[Information given — start]

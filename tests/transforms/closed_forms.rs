//! Sums with a closed form, and the matrices that the bases diagonalise.

use std::f64::consts::PI;

use endgrain::ends::Ends;

use crate::{ODD_WHOLE, assert_close, forward, inverse, norm, unnormalised};

/// Closed form of a geometric sum (derivation; discrete twin of NIST DLMF 24.8.5).
#[test]
fn cosine_sums_of_a_ramp() {
    for n in [2, 3, 16, 45, 128] {
        let ramp: Vec<f64> = (0..n).map(|i| i as f64).collect();
        let sums: Vec<f64> = unnormalised(Ends::EVEN, &ramp).iter().map(|v| v / 2.0).collect();
        for k in 1..n {
            let half = PI * k as f64 / (2.0 * n as f64);
            let expected = if k % 2 == 0 { 0.0 } else { -2.0 * half.cos() / (4.0 * half.sin().powi(2)) };
            assert!((sums[k] - expected).abs() < 1e-12 * norm(&ramp), "n = {n}, k = {k}: {} {expected}", sums[k]);
        }
    }
}

/// Closed form (derivation; discrete twin of NIST DLMF 24.8.4, n = 1); the digits for N = 16 by the same formula.
#[test]
fn sine_sums_of_a_parabola() {
    for n in [2, 3, 16, 45, 128] {
        let parabola: Vec<f64> = (1..n).map(|j| (j * (n - j)) as f64).collect();
        let sums: Vec<f64> = unnormalised(ODD_WHOLE, &parabola).iter().map(|v| v / 2.0).collect();
        let expected: Vec<f64> = (1..n)
            .map(|k| {
                let half = PI * k as f64 / (2.0 * n as f64);
                if k % 2 == 0 { 0.0 } else { 1.0 / (half.tan() * 2.0 * half.sin().powi(2)) }
            })
            .collect();
        assert_close(&sums, &expected, 1e-12 * norm(&parabola), "DST-I of j(N-j)");
        if n == 16 {
            assert_close(&sums[..3], &[528.405857627808, 0.0, 19.560616064423], 528.0 * 1e-12, "N = 16");
        }
    }
}

/// Closed forms (derivation; discrete twins of NIST DLMF 24.8.4, n = 0).
#[test]
fn sine_sums_of_ones() {
    for n in [2, 3, 16, 45, 128] {
        let odd = |k: usize, value: f64| if k.is_multiple_of(2) { 0.0 } else { value };
        let half = |k: usize| PI * k as f64 / (2.0 * n as f64);
        let meshpoint: Vec<f64> = (1..n).map(|k| odd(k, 1.0 / half(k).tan())).collect();
        let midpoint: Vec<f64> = (1..=n).map(|k| odd(k, 1.0 / half(k).sin())).collect();
        let sums = |ends: Ends, len: usize| -> Vec<f64> {
            unnormalised(ends, &vec![1.0; len]).iter().map(|v| v / 2.0).collect()
        };
        // Relative to the largest, 2n/pi.
        assert_close(&sums(ODD_WHOLE, n - 1), &meshpoint, 1e-14 * n as f64, "DST-I of ones");
        assert_close(&sums(Ends::ODD, n), &midpoint, 1e-14 * n as f64, "DST-II of ones");
    }
}

/// Classical; discrete twin of NIST DLMF 24.8.2, n = 0.
#[test]
fn harmonics_of_a_ramp() {
    for n in [3_usize, 16, 45, 128] {
        let ramp: Vec<f64> = (0..n).map(|i| i as f64).collect();
        let c = forward(Ends::Periodic, &ramp);
        for k in 1..n.div_ceil(2) {
            // |X_k| = sqrt(N/2) times the length of the pair.
            let magnitude = (n as f64 / 2.0).sqrt() * c[2 * k - 1].hypot(c[2 * k]);
            let expected = n as f64 / (2.0 * (PI * k as f64 / n as f64).sin());
            assert!((magnitude - expected).abs() < 1e-12 * norm(&ramp), "n = {n}, k = {k}");
        }
        if n % 2 == 0 {
            // k = N/2: sin = 1.
            assert!(((n as f64).sqrt() * c[n - 1].abs() - n as f64 / 2.0).abs() < 1e-12 * norm(&ramp));
        }
    }
}

/// Strang 1999, SIAM Review 41, 135: zero slope at midpoints makes the DCT-II vectors the eigenvectors of the second
/// difference with corners 1; lambda_k = 2 - 2 cos(pi k/N).
#[test]
fn cosines_are_eigenvectors_with_free_ends() {
    let printed = [0.0, 0.15224093, 0.58578644, 1.23463314, 2.0, 2.76536686, 3.41421356, 3.84775907];
    second_difference(Ends::EVEN, 1.0, &|k, n| 2.0 - 2.0 * (PI * k as f64 / n as f64).cos());
    for (k, lambda) in printed.into_iter().enumerate() {
        let theta = 2.0 * PI * Ends::EVEN.frequency(8, k);
        assert!((2.0 - 2.0 * theta.cos() - lambda).abs() < 5e-9); // the source prints 8 decimals
    }
}

/// Strang 1999: zero value on the missing neighbours makes the DST-I vectors the eigenvectors of the second difference
/// with corners 2; lambda_k = 2 - 2 cos(pi (k + 1)/(N + 1)).
#[test]
fn sines_are_eigenvectors_with_fixed_ends() {
    second_difference(ODD_WHOLE, 2.0, &|k, n| 2.0 - 2.0 * (PI * (k + 1) as f64 / (n + 1) as f64).cos());
}

fn second_difference(ends: Ends, corner: f64, eigenvalue: &dyn Fn(usize, usize) -> f64) {
    for n in [2, 8, 13] {
        for k in 0..n {
            let mut unit = vec![0.0; n];
            unit[k] = 1.0;
            let v = inverse(ends, &unit);
            let product: Vec<f64> = (0..n)
                .map(|i| {
                    let diagonal = if i == 0 || i + 1 == n { corner } else { 2.0 };
                    let left = if i > 0 { v[i - 1] } else { 0.0 };
                    let right = if i + 1 < n { v[i + 1] } else { 0.0 };
                    diagonal * v[i] - left - right
                })
                .collect();
            let expected: Vec<f64> = v.iter().map(|v| eigenvalue(k, n) * v).collect();
            assert_close(&product, &expected, 1e-12, &format!("{}, n = {n}, k = {k}", ends.transform()));
        }
    }
}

[Information given — finish]

* [Work order]: The material above must be returned word for word, complete.

* [Output for this task]:
filename tests/transforms/closed_forms.rs
//! Sums with a closed form, and the matrices that the bases diagonalise.

use std::f64::consts::PI;

use endgrain::ends::Ends;

use crate::{ODD_WHOLE, assert_close, forward, inverse, norm, unnormalised};

/// Closed form of a geometric sum (derivation; discrete twin of NIST DLMF 24.8.5).
#[test]
fn cosine_sums_of_a_ramp() {
    for n in [2, 3, 16, 45, 128] {
        let ramp: Vec<f64> = (0..n).map(|i| i as f64).collect();
        let sums: Vec<f64> = unnormalised(Ends::EVEN, &ramp).iter().map(|v| v / 2.0).collect();
        for k in 1..n {
            let half = PI * k as f64 / (2.0 * n as f64);
            let expected = if k % 2 == 0 { 0.0 } else { -2.0 * half.cos() / (4.0 * half.sin().powi(2)) };
            assert!((sums[k] - expected).abs() < 1e-12 * norm(&ramp), "n = {n}, k = {k}: {} {expected}", sums[k]);
        }
    }
}

/// Closed form (derivation; discrete twin of NIST DLMF 24.8.4, n = 1); the digits for N = 16 by the same formula.
#[test]
fn sine_sums_of_a_parabola() {
    for n in [2, 3, 16, 45, 128] {
        let parabola: Vec<f64> = (1..n).map(|j| (j * (n - j)) as f64).collect();
        let sums: Vec<f64> = unnormalised(ODD_WHOLE, &parabola).iter().map(|v| v / 2.0).collect();
        let expected: Vec<f64> = (1..n)
            .map(|k| {
                let half = PI * k as f64 / (2.0 * n as f64);
                if k % 2 == 0 { 0.0 } else { 1.0 / (half.tan() * 2.0 * half.sin().powi(2)) }
            })
            .collect();
        assert_close(&sums, &expected, 1e-12 * norm(&parabola), "DST-I of j(N-j)");
        if n == 16 {
            assert_close(&sums[..3], &[528.405857627808, 0.0, 19.560616064423], 528.0 * 1e-12, "N = 16");
        }
    }
}

/// Closed forms (derivation; discrete twins of NIST DLMF 24.8.4, n = 0).
#[test]
fn sine_sums_of_ones() {
    for n in [2, 3, 16, 45, 128] {
        let odd = |k: usize, value: f64| if k.is_multiple_of(2) { 0.0 } else { value };
        let half = |k: usize| PI * k as f64 / (2.0 * n as f64);
        let meshpoint: Vec<f64> = (1..n).map(|k| odd(k, 1.0 / half(k).tan())).collect();
        let midpoint: Vec<f64> = (1..=n).map(|k| odd(k, 1.0 / half(k).sin())).collect();
        let sums = |ends: Ends, len: usize| -> Vec<f64> {
            unnormalised(ends, &vec![1.0; len]).iter().map(|v| v / 2.0).collect()
        };
        // Relative to the largest, 2n/pi.
        assert_close(&sums(ODD_WHOLE, n - 1), &meshpoint, 1e-14 * n as f64, "DST-I of ones");
        assert_close(&sums(Ends::ODD, n), &midpoint, 1e-14 * n as f64, "DST-II of ones");
    }
}

/// Classical; discrete twin of NIST DLMF 24.8.2, n = 0.
#[test]
fn harmonics_of_a_ramp() {
    for n in [3_usize, 16, 45, 128] {
        let ramp: Vec<f64> = (0..n).map(|i| i as f64).collect();
        let c = forward(Ends::Periodic, &ramp);
        for k in 1..n.div_ceil(2) {
            // |X_k| = sqrt(N/2) times the length of the pair.
            let magnitude = (n as f64 / 2.0).sqrt() * c[2 * k - 1].hypot(c[2 * k]);
            let expected = n as f64 / (2.0 * (PI * k as f64 / n as f64).sin());
            assert!((magnitude - expected).abs() < 1e-12 * norm(&ramp), "n = {n}, k = {k}");
        }
        if n % 2 == 0 {
            // k = N/2: sin = 1.
            assert!(((n as f64).sqrt() * c[n - 1].abs() - n as f64 / 2.0).abs() < 1e-12 * norm(&ramp));
        }
    }
}

/// Strang 1999, SIAM Review 41, 135: zero slope at midpoints makes the DCT-II vectors the eigenvectors of the second
/// difference with corners 1; lambda_k = 2 - 2 cos(pi k/N).
#[test]
fn cosines_are_eigenvectors_with_free_ends() {
    let printed = [0.0, 0.15224093, 0.58578644, 1.23463314, 2.0, 2.76536686, 3.41421356, 3.84775907];
    second_difference(Ends::EVEN, 1.0, &|k, n| 2.0 - 2.0 * (PI * k as f64 / n as f64).cos());
    for (k, lambda) in printed.into_iter().enumerate() {
        let theta = 2.0 * PI * Ends::EVEN.frequency(8, k);
        assert!((2.0 - 2.0 * theta.cos() - lambda).abs() < 5e-9); // the source prints 8 decimals
    }
}

/// Strang 1999: zero value on the missing neighbours makes the DST-I vectors the eigenvectors of the second difference
/// with corners 2; lambda_k = 2 - 2 cos(pi (k + 1)/(N + 1)).
#[test]
fn sines_are_eigenvectors_with_fixed_ends() {
    second_difference(ODD_WHOLE, 2.0, &|k, n| 2.0 - 2.0 * (PI * (k + 1) as f64 / (n + 1) as f64).cos());
}

fn second_difference(ends: Ends, corner: f64, eigenvalue: &dyn Fn(usize, usize) -> f64) {
    for n in [2, 8, 13] {
        for k in 0..n {
            let mut unit = vec![0.0; n];
            unit[k] = 1.0;
            let v = inverse(ends, &unit);
            let product: Vec<f64> = (0..n)
                .map(|i| {
                    let diagonal = if i == 0 || i + 1 == n { corner } else { 2.0 };
                    let left = if i > 0 { v[i - 1] } else { 0.0 };
                    let right = if i + 1 < n { v[i + 1] } else { 0.0 };
                    diagonal * v[i] - left - right
                })
                .collect();
            let expected: Vec<f64> = v.iter().map(|v| eigenvalue(k, n) * v).collect();
            assert_close(&product, &expected, 1e-12, &format!("{}, n = {n}, k = {k}", ends.transform()));
        }
    }
}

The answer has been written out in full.